Also, note that you can manually change the position of the bars of the Histogram by clicking and dragging them (if you wanted to create a custom or user defined classification). Notice that as soon as you drag one of the triangles, the Method switches to Manual Interval.
Note: Classification is for display purposes only – it does not alter the underlying data set. If we had 62 classes (one for each county), it would be very hard for the eye to distinguish between classes. The human eye good at only decipher at most 5-7 color groups.
Follow the same procedure but use the Quantile
classification method and create a new layout with all the appropriate
elements. Experiment with the number of classes and settle on one you
find appropriate. As you toggle between the different classification
methods, please take a moment to notice the effect on the summary
statistics, histogram, bars and break values. By clicking on the
More
, you can click Show Statistics
to explore
your data.
Follow the same procedure but use the Standard Deviation
classification method and create a new layout with all the appropriate
elements. Experiment with the number of classes and settle on one you
find appropriate.
Question 1: Briefly describe and summarize some of the differences between the 4 kinds of classifications (i.e., natural break, equal interval, quantile, standard deviation). Which classification method in this case do you feel provides a better representation of population density? Provide a brief discussion of your reasoning.
Geometrical Interval
. “This classification
method was used for visualizing continuous data and to provide an
alternative to the Natural Breaks (Jenks), quantiles, and really any
variance minimized (within classes) classification method. This method
was designed to work on data that are heavily skewed by
a preponderance of duplicate values, e.g., 35% of the
features have a value of 2.0. For example, it could be used on a
rainfall data in which only 15 out of 100 weather stations have recorded
precipitation and the rest have no recorded precipitation, so their
attribute values are zero.” Check out this blog
for more information.Now let’s explore data normalization. When presenting data, particularly for spatial data enumerated within political or administrative boundaries, researchers will often want to normalize the data, rather than present the absolute value.

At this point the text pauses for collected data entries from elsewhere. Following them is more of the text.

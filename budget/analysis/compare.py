"""Two circuits under one error model, side by side (``budget analyze A --against B``).

The usual question: is my structured circuit worse (or better) than an unstructured circuit of the
same size would be? :func:`random_counterpart` builds such a circuit with the *same layer
structure*: the executed layers of the circuit (repeats unrolled) in a random order, and inside each
layer the gates shuffled among the layer's sites of their size (one-qubit gates among the layer's
one-qubit sites, two-qubit gates among its two-qubit sites). Every layer keeps its busy qubits and
its duration, so idle relaxation is the same as in the circuit and the naive product is unchanged
under a uniform error model: only the order, where coherent errors can build up or echo away, is
random. Coherent errors of a random circuit point in unrelated directions and mostly add in
probability, so its actual infidelity sits near the naive product; a structured circuit departs
from it. One draw is one sample: :func:`budget.analysis.compose.against_random` compares with an
ensemble of draws and its spread.
"""

from __future__ import annotations

from dataclasses import dataclass

import numpy as np

from budget.analysis.ratios import Ratio, safe_ratio
from budget.analysis.result import BudgetResult
from budget.circuit.ir import Layer, Operation, StructuredCircuit
from budget.problems import InputError, TooLargeError

MAX_RANDOM_OPERATIONS = 200_000
"""A random counterpart is unrolled: at most this many executed operations."""


def _shuffled_layer(layer: Layer, rng: np.random.Generator) -> Layer:
    """The layer's gates permuted among its sites of the same size (sites and durations kept)."""
    by_size: dict[int, list[Operation]] = {}
    for op in layer.operations:
        by_size.setdefault(len(op.qubits), []).append(op)
    placed: list[Operation] = []
    for ops in by_size.values():
        order = rng.permutation(len(ops))
        for site, i in zip(ops, order):
            gate = ops[int(i)]
            placed.append(Operation(gate.gate, site.qubits, gate.params, label=gate.label, matrix=gate.matrix))
    return Layer(tuple(placed))


def random_counterpart(circuit: StructuredCircuit, *, seed: int) -> StructuredCircuit:
    """A random circuit with the same layers, gates and busy qubits (see module docstring).

    Drawn with ``numpy.random.default_rng(seed)``; repeats of ``circuit`` are unrolled first.

    Raises:
        TooLargeError: more than :data:`MAX_RANDOM_OPERATIONS` executed operations.
        InputError: seed < 0.
    """
    if isinstance(seed, bool) or not isinstance(seed, int) or seed < 0:
        raise InputError(f"seed = {seed!r}: expected a whole number >= 0")
    total, _ = circuit.executed_counts()
    if total > MAX_RANDOM_OPERATIONS:
        raise TooLargeError(
            f"{circuit.source}: a random counterpart is unrolled; {total:,} executed operations exceed the "
            f"limit of {MAX_RANDOM_OPERATIONS:,} (use fewer cycles)"
        )
    rng = np.random.default_rng(seed)
    layers = [_shuffled_layer(layer, rng) for layer in circuit.iter_layers()]
    order = rng.permutation(len(layers))
    source = f"random counterpart of {circuit.source} (seed {seed})"
    return StructuredCircuit(circuit.qubits, tuple(layers[int(i)] for i in order), circuit.measured, source)


@dataclass(frozen=True)
class Comparison:
    """Two analyses under the same error model and metric.

    Attributes:
        first: the circuit asked about.
        second: the circuit it is set against.
    """

    first: BudgetResult
    second: BudgetResult

    def __post_init__(self) -> None:
        if self.first.metric != self.second.metric:
            raise ValueError(
                f"comparison: metrics differ ({self.first.metric} vs {self.second.metric}); use one metric"
            )

    def rows(self) -> list[tuple[str, float | int | str | None, float | int | str | None]]:
        """(quantity in words, first value, second value), in reading order."""
        a, b = self.first, self.second
        return [
            ("qubits", a.qubits, b.qubits),
            ("operations executed", a.operations, b.operations),
            ("layers executed", a.layers, b.layers),
            ("fidelity product (naive)", a.naive_infidelity, b.naive_infidelity),
            (f"actual ({a.engine} / {b.engine})", _or_beyond(a), _or_beyond(b)),
            ("actual ÷ naive", a.verdict.amplification.shown(), b.verdict.amplification.shown()),
        ] + (
            [("Pauli-twirled", a.twirled_infidelity, b.twirled_infidelity)]
            if a.twirled_infidelity is not None or b.twirled_infidelity is not None
            else []
        )

    @property
    def actual_ratio(self) -> Ratio:
        """first actual ÷ second actual (no ratio from values at rounding level or beyond range)."""
        return safe_ratio(self.first.actual, self.second.actual)

    @property
    def ratio(self) -> float | None:
        return self.actual_ratio.value

    def to_dict(self) -> dict:
        """The second analysis in full plus the ratio, for ``"against"`` in the JSON output."""
        r = self.actual_ratio
        return {"result": self.second.to_dict(), "actual_ratio": r.value, "ratio_note": r.why}


def _or_beyond(r: BudgetResult) -> float | str:
    return "beyond range" if r.actual is None else r.actual
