"""Sign patterns for the closed loop: which settings of ± each site's tolerance are evaluated.

``random`` tolerances are r.m.s. values with independent signs, so the infidelity at the
tolerances is the mean over sign patterns; ``worst`` tolerances must hold for every pattern, so it
is the largest. Every pattern is evaluated for up to :data:`ENUMERATE_UP_TO` sites; beyond,
``random`` uses :data:`SAMPLES` seeded patterns in antithetic pairs (s and -s, which cancel the
odd orders of the mean) and ``worst`` the leading-order worst pattern
(:func:`budget.analysis.worstcase.box_maximum`), its negative and their single flips.
"""

from __future__ import annotations

import itertools

import numpy as np

from budget.analysis.worstcase import box_maximum
from budget.engines.base import QuadraticForm

ENUMERATE_UP_TO = 6
"""Sites whose sign patterns are enumerated (2^6 = 64 engine runs per evaluation)."""
SAMPLES = 64
"""Seeded sign patterns (32 antithetic pairs) beyond that."""


def patterns_for(assume: str, qf: QuadraticForm, keys: list, seed: int, most: int):
    """A function t -> sign patterns (rows of ±1) to evaluate at tolerances t, at most about ``most``
    of them; ``.count`` patterns, ``.kind`` in ``"all"``, ``"sampled"``, ``"search"``."""
    n = len(keys)

    def fixed(signs: np.ndarray, kind: str):
        def patterns(t):
            return signs
        patterns.count, patterns.kind = len(signs), kind
        return patterns

    if n <= ENUMERATE_UP_TO and 2**n <= most:
        return fixed(np.array(list(itertools.product((1.0, -1.0), repeat=n))) if n else np.ones((1, 0)), "all")
    if assume == "random":
        half = np.random.default_rng(seed).choice((1.0, -1.0), size=(max(2, min(SAMPLES, most)) // 2, n))
        return fixed(np.vstack([half, -half]), "sampled")
    order = {label: i for i, label in enumerate(qf.labels)}
    idx = np.array([order[k] for k in keys])
    a = np.asarray(qf.matrix, dtype=float)[np.ix_(idx, idx)]
    flips = 2 * n + 2 <= most

    def search(t):
        s = box_maximum(a, np.where(np.isfinite(t), t, 0.0)).signs
        if not flips:
            return np.vstack([s, -s])
        one = s * (1 - 2 * np.eye(n))
        return np.vstack([s, -s, one, -one])
    search.count, search.kind = (2 * n + 2 if flips else 2), "search"
    return search


def describe(assume: str, n: int, patterns) -> str:
    if n == 0:
        return "no knob with an effect: today's values as they are"
    if patterns.kind == "all":
        return f"all {patterns.count} sign patterns of {n} sites" + (" (the largest)" if assume == "worst" else " (their mean)")
    if patterns.kind == "sampled":
        return f"mean over {patterns.count} seeded sign patterns of {n} sites (antithetic pairs); error = standard error"
    extra = ", its negative and their single flips" if patterns.count > 2 else " and its negative"
    return f"the leading-order worst pattern of {n} sites{extra} ({patterns.count} patterns)"


def joint_signs(n: int, seed: int) -> np.ndarray:
    """Sign patterns for a joint search over n sites: all of them up to :data:`ENUMERATE_UP_TO`,
    else 16 seeded patterns in antithetic pairs."""
    if n <= ENUMERATE_UP_TO:
        return np.array(list(itertools.product((1.0, -1.0), repeat=n)))
    half = np.random.default_rng(seed).choice((1.0, -1.0), size=(8, n))
    return np.vstack([half, -half])
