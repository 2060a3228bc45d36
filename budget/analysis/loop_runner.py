"""Engine runs for the closed loop of tolerances, within a time plan.

The closed loop (:mod:`budget.analysis.closed_loop`) runs an engine many times on the circuit
with its knobs set to trial values (:func:`budget.errors.retune.with_knob_values`). One run of the
most accurate engine can take long (the exact engine on six qubits with the process metric takes
tens of seconds), so the runner keeps a deadline, and ``auto`` gives way to the next engine of its
order (exact → clifford → generators) when one run would not let about :data:`RUNS_PER_PATTERN`
evaluations fit into the planned time: by the engine's own estimate where it has one
(``estimate_seconds``), else by the time the first run took.
"""

from __future__ import annotations

import time

from budget.engines.door import AUTO_ORDER, choose_engine
from budget.engines.exact.plan import make_plan
from budget.errors.noisy import NoisyCircuit
from budget.errors.retune import with_knob_values
from budget.problems import TooLargeError

MULTIPLY_ADDS_PER_S = 3e8
"""Complex multiply-adds per second assumed for the exact engine's estimate (one core of this
machine class; measured within a factor of 3 on the examples)."""
RUNS_PER_PATTERN = 8
"""Evaluations a refinement typically needs; the pattern count is chosen so that
patterns × this × (time of one run) stays within ``max_seconds``."""


class TimedRunner:
    """Engine runs with a wall-time limit."""

    def __init__(self, circuit: NoisyCircuit, metric: str, engine, max_seconds: float) -> None:
        self.circuit, self.metric, self.engine = circuit, metric, engine
        self.limit = 2 * max_seconds
        self.deadline = time.monotonic() + self.limit
        self.start = time.monotonic()
        self.runs = 0
        self.last_warnings: tuple[str, ...] = ()

    def __call__(self, values: dict[tuple[str, str], float]) -> float:
        if time.monotonic() > self.deadline:
            raise TimeoutError
        self.runs += 1
        res = self.engine.run(with_knob_values(self.circuit, values), self.metric)
        self.last_warnings = tuple(res.warnings)
        return float(res.infidelity)


def run_seconds(engine, circuit: NoisyCircuit, metric: str) -> float | None:
    """The engine's own estimate of one run, when it gives one (``estimate_seconds``); for the
    exact engine its plan's multiply-adds (:func:`budget.engines.exact.plan.make_plan`) at
    :data:`MULTIPLY_ADDS_PER_S`; else None. Estimates, unlike measured times, do not change with
    the machine's load, so the loop's choices (engine, sign patterns) are reproducible."""
    estimate = getattr(engine, "estimate_seconds", None)
    if estimate is not None:
        return float(estimate(circuit, metric))
    if engine.name == "exact":
        return make_plan(circuit, metric).work / MULTIPLY_ADDS_PER_S
    return None


def quick_enough(first, circuit: NoisyCircuit, metric: str, seconds: float, notes: list[str]):
    """``first``, or the next engine of ``auto``'s order whose estimated run time is within
    ``seconds`` (engines without an estimate count as quick); the quickest when none is."""
    first_time = run_seconds(first, circuit, metric)
    if first_time is None or first_time <= seconds or first.name not in AUTO_ORDER:
        return first
    best, best_time = first, first_time
    for name in AUTO_ORDER[AUTO_ORDER.index(first.name) + 1:]:
        try:
            other = choose_engine(circuit, metric, name, brief=True)
        except TooLargeError:
            continue
        guess = run_seconds(other, circuit, metric) or 0.0
        if guess < best_time:
            best, best_time = other, guess
        if guess <= seconds:
            break
    if best is not first:
        notes.append(f"one {first.name} run would take about {first_time:.2g} s, too slow for the loop; it used "
                     f"the {best.name} engine")
    return best


def faster(runner: TimedRunner, floor: float, circuit: NoisyCircuit, metric: str, zero: dict, max_seconds: float,
            notes: list[str]) -> tuple[TimedRunner, float]:
    """The next engine of ``auto``'s order that fits, when the first run of an engine without an
    estimate took more than half of ``max_seconds``."""
    slow = time.monotonic() - runner.start
    later = AUTO_ORDER[AUTO_ORDER.index(runner.engine.name) + 1:] if runner.engine.name in AUTO_ORDER else ()
    for name in later:
        try:
            other = TimedRunner(circuit, metric, choose_engine(circuit, metric, name, brief=True), max_seconds)
        except TooLargeError:
            continue
        faster_floor = other(zero)
        notes.append(f"one {runner.engine.name} run takes {slow:.2g} s, too slow for the loop; it used the "
                     f"{name} engine")
        return other, faster_floor
    return runner, floor
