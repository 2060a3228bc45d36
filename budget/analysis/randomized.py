"""Randomised compiling: an ensemble of Pauli-framed copies of a circuit and its spread.

Randomised compiling (Wallman & Emerson, "Noise tailoring for scalable quantum computation via
randomized compiling", Phys. Rev. A 94, 052325 (2016)) dresses every layer that holds two-qubit
gates with a random Pauli frame: a Pauli P on the layer's qubits just before it and C P C† just after
it, C the layer's ideal unitary. For Clifford gates C P C† is again a Pauli, so both frames merge
into the neighbouring single-qubit gates and the ideal circuit is unchanged:
C P C† · C · P = C P P = C. The noisy layer E∘C becomes (P' E P'†)∘C with P' = C P C† uniformly
random, so the average over frames is the Pauli twirl of the layer's error, and the average over
an ensemble of compiled circuits tends to the twirled prediction (:mod:`budget.analysis.twirl`).

Modelling choices (standard assumptions, stated in the output):

- frames are error-free and take no time, because on the device they are absorbed into
  neighbouring single-qubit gates whose errors are assumed not to depend on the frame;
- only operations whose ideal gate is Clifford are dressed (checked numerically: C maps every
  Pauli to ± a Pauli); a non-Clifford operation in such a layer keeps no frame, and a note says so;
- single-qubit layers without two-qubit gates are not dressed, so their coherent errors are not
  tailored (in the twirled variant they are);
- T1/T2 relaxation inside a dressed layer is twirled by the frames, while the twirled variant keeps
  it as it is; with relaxation the ensemble average and the twirled value therefore differ slightly.

Each compiled copy draws new frames in every repetition, so copies are unrolled: their length is
limited by :data:`MAX_COMPILED_LAYERS`.
"""

from __future__ import annotations

from dataclasses import dataclass
from functools import lru_cache
from typing import Callable

import numpy as np
import stim

from budget.circuit.clifford_check import clifford_tableau, conjugated_label
from budget.circuit.ir import Operation
from budget.errors.noisy import NoisyCircuit, NoisyLayer, NoisyOperation
from budget.problems import InputError, TooLargeError
from budget.analysis.twirl import twirled_circuit
from budget.engines.door import choose_engine
from budget.engines.escalation import run_in_range

FRAME = "frame"
"""Family name of the error-free frame operations."""

MAX_COMPILED_LAYERS = 20_000
"""Most executed layers one compiled copy may have (copies are unrolled)."""

MAX_ENSEMBLE = 1000
"""Most compiled copies: the mean's standard error is the spread over √N, so 1000 copies pin the
mean to about 3 % of the spread (common practice, no source); each copy is a full engine run."""
MAX_ENSEMBLE_LAYERS = 2_000_000
"""Most executed layers summed over all copies (copies × layers per copy), the ensemble's work."""

Progress = Callable[[int, int], None]
"""Called as progress(done, total) while an ensemble is computed."""


@lru_cache(maxsize=256)
def _tableau(key: bytes, k: int) -> stim.Tableau | None:
    """The Clifford tableau of the matrix with these bytes (complex128, gate order), or None."""
    return clifford_tableau(np.frombuffer(key, dtype=complex).reshape(2**k, 2**k))


def conjugated_pauli(unitary: np.ndarray, label: str) -> str | None:
    """The Pauli label of U P U† (its ±1 sign is a global phase and dropped), or None when U is not
    a Clifford unitary (then U P U† is not a Pauli for some P).

    >>> from budget.circuit.gates import ideal_unitary
    >>> conjugated_pauli(ideal_unitary("cx"), "XI"), conjugated_pauli(ideal_unitary("cz"), "XI")
    ('XX', 'XZ')
    >>> conjugated_pauli(ideal_unitary("t"), "X") is None
    True
    """
    u = np.ascontiguousarray(np.asarray(unitary, dtype=complex))
    tab = _tableau(u.tobytes(), len(label))
    return None if tab is None else conjugated_label(tab, label)[1]


def _frame_op(qubit: int, letter: str) -> NoisyOperation:
    return NoisyOperation(
        op=Operation(letter.lower(), (qubit,)),
        family=FRAME,
        coherent=np.eye(2, dtype=complex),
        hamiltonian={},
    )


def _frame_layer(letters: dict[int, str]) -> NoisyLayer | None:
    ops = tuple(_frame_op(q, p) for q, p in sorted(letters.items()) if p != "I")
    return NoisyLayer(ops, (), 0.0) if ops else None


def dress_layer(layer: NoisyLayer, frame: dict[int, str]) -> tuple[list[NoisyLayer], list[str]]:
    """The layer between a Pauli frame and the frame that undoes it.

    Args:
        layer: a noisy layer.
        frame: qubit -> Pauli letter (``"I"``, ``"X"``, ``"Y"``, ``"Z"``) to put before the layer,
            for the qubits to dress; qubits of non-Clifford operations are skipped.

    Returns:
        (layers, notes): [before, layer, after] without empty frames, and a note for each
        non-Clifford operation left undressed. The ideal product after·layer·before equals the
        layer's ideal unitary up to a global phase.
    """
    before: dict[int, str] = {}
    after: dict[int, str] = {}
    notes: list[str] = []
    for nop in layer.operations:
        qs = nop.qubits
        if not any(q in frame for q in qs):
            continue
        label = "".join(frame.get(q, "I") for q in qs)
        image = conjugated_pauli(nop.op.unitary(), label)
        if image is None:
            name = nop.op.label or nop.op.gate
            notes.append(f"{name} is not a Clifford gate: left without a random frame")
            continue
        before.update(zip(qs, label))
        after.update(zip(qs, image))
    out = [x for x in (_frame_layer(before), layer, _frame_layer(after)) if x is not None]
    return out, notes


def compiled_copy(circuit: NoisyCircuit, rng: np.random.Generator) -> tuple[NoisyCircuit, tuple[str, ...]]:
    """One randomly compiled copy: every layer with a two-qubit operation gets a random Pauli frame
    on the qubits of its operations (uniform over I, X, Y, Z per qubit). Repeats are unrolled.

    Returns the copy and the notes about undressed operations.
    """
    body: list[NoisyLayer] = []
    notes: list[str] = []
    for layer in circuit.iter_layers():
        if any(len(n.qubits) == 2 for n in layer.operations):
            gates, *context = layer.without_context()  # context errors get no frame: they stay after it
            qubits = sorted(q for n in layer.operations for q in n.qubits)
            letters = rng.integers(0, 4, size=len(qubits))
            layers, why = dress_layer(gates, {q: "IXYZ"[i] for q, i in zip(qubits, letters)})
            body.extend(layers + context)
            notes.extend(why)
        else:
            body.append(layer)
    copy = NoisyCircuit(circuit.qubits, tuple(body), dict(circuit.readout_error), circuit.source)
    return copy, tuple(dict.fromkeys(notes))


@dataclass(frozen=True)
class EnsembleResult:
    """The actual infidelity over an ensemble of randomly compiled copies.

    Attributes:
        count: number of compiled copies whose value is in range (the others are left out, with a note).
        seed: the seed of numpy's default generator that drew the frames.
        metric: ``"process"`` or ``"state"``.
        engine: the engine that ran the copies.
        values: infidelity of each copy in range, in drawing order.
        twirled_infidelity: the Pauli-twirled prediction for the same circuit (same engine choice);
            None when it is beyond its engine's range.
        notes: modelling notes (undressed operations).
    """

    count: int
    seed: int
    metric: str
    engine: str
    values: tuple[float, ...]
    twirled_infidelity: float | None
    notes: tuple[str, ...] = ()

    @property
    def mean(self) -> float:
        return float(np.mean(self.values))

    @property
    def spread(self) -> float:
        """Sample standard deviation across copies (0 for a single copy)."""
        return float(np.std(self.values, ddof=1)) if self.count > 1 else 0.0

    @property
    def standard_error(self) -> float:
        """Standard error of the mean, spread / sqrt(count)."""
        return self.spread / float(np.sqrt(self.count))

    def to_dict(self) -> dict:
        return {
            "count": self.count,
            "seed": self.seed,
            "engine": self.engine,
            "mean": self.mean,
            "spread": self.spread,
            "standard_error": self.standard_error,
            "min": float(min(self.values)),
            "max": float(max(self.values)),
            "twirled": self.twirled_infidelity,
            "notes": list(self.notes),
        }


def ensemble(
    circuit: NoisyCircuit,
    *,
    count: int,
    seed: int,
    metric: str = "process",
    engine: str = "auto",
    progress: Progress | None = None,
) -> EnsembleResult:
    """Actual infidelity of ``count`` randomly compiled copies of ``circuit`` (frames drawn with
    ``numpy.random.default_rng(seed)``), with the twirled prediction beside them.

    Raises:
        InputError: count < 1 or seed < 0.
        TooLargeError: a compiled copy would exceed :data:`MAX_COMPILED_LAYERS` executed layers.
    """
    if isinstance(count, bool) or not isinstance(count, int) or count < 1:
        raise InputError(f"ensemble count = {count!r}: expected a whole number >= 1")
    if isinstance(seed, bool) or not isinstance(seed, int) or seed < 0:
        raise InputError(f"seed = {seed!r}: expected a whole number >= 0")
    if count > MAX_ENSEMBLE:
        raise InputError(
            f"ensemble count = {count}: at most {MAX_ENSEMBLE} copies (the mean's error, spread/√N, is then "
            "about 3 % of the spread; each copy is a full engine run)"
        )
    layers = sum(m for _, m in circuit.multiplicities())
    if count * layers > MAX_ENSEMBLE_LAYERS:
        raise TooLargeError(
            f"ensemble of {count} copies x {layers:,} executed layers = {count * layers:,} layers to run; the "
            f"limit is {MAX_ENSEMBLE_LAYERS:,}: use at most {max(1, MAX_ENSEMBLE_LAYERS // layers)} copies"
        )
    if layers > MAX_COMPILED_LAYERS:
        raise TooLargeError(
            f"{circuit.source}: random compiling draws new frames in every repetition, so each copy "
            f"is unrolled; {layers:,} executed layers exceed the limit of {MAX_COMPILED_LAYERS:,} "
            "(use fewer cycles; the twirled variant needs no unrolling)"
        )
    rng = np.random.default_rng(seed)
    values: list[float] = []
    notes: list[str] = []
    name = ""
    for i in range(count):
        copy, why = compiled_copy(circuit, rng)
        notes.extend(why)
        result, _ = run_in_range(copy, metric, choose_engine(copy, metric, engine, brief=True), engine, brief=True)
        name = result.engine
        if result.beyond_range is None:
            values.append(float(result.infidelity))
        else:
            notes.append(f"copies beyond the range of the {result.engine} engine are left out of the mean "
                         f"({result.beyond_range})")
        if progress is not None:
            progress(i + 1, count)
    if not values:
        raise TooLargeError(f"{circuit.source}: every randomly compiled copy is beyond the range of the {name} engine "
                            "and no engine valid there fits; use fewer cycles")
    tw = twirled_circuit(circuit)
    tw_result, _ = run_in_range(tw, metric, choose_engine(tw, metric, engine, brief=True), engine, brief=True)
    twirled = None if tw_result.beyond_range is not None else float(tw_result.infidelity)
    return EnsembleResult(len(values), seed, metric, name, tuple(values), twirled, tuple(dict.fromkeys(notes)))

As you know from your statistical class, one way to accomplish this is by dividing each value by a total, converting the raw data into a proportion/percentage. Another way is to divide it by another variable of the relevant population, which converts the raw data into a ratio variable. By using a population density variable, we already explored one type of data normalization. Now let’s explore some others.
Add the STATES
and COUNTIES
layers. Right
click the layer STATES
. In the Symbology
tab,
select Graduated colors
. Under the Field
menu,
select BLACK
. This displays the total African American
population for 2010 by state.
Now under the Normalization
menu, select
POP2010
– notice the change in the pattern. Note that we
have ratios instead of absolute population in the Label
columns. Experiment with the number of classes and the classification
method.
We need change the ratio to a percentage to better convey the
information. Click on the Advanced Symbol options
. Under
Category
, select Percentage
. Check the box
Numbers represent a fraction
and reduce the decimal places
to 2 (see box below). From now on, we leave two decimal
places (This will be the rule for all data/legend
formatting of quantitative thematic maps with decimal place.).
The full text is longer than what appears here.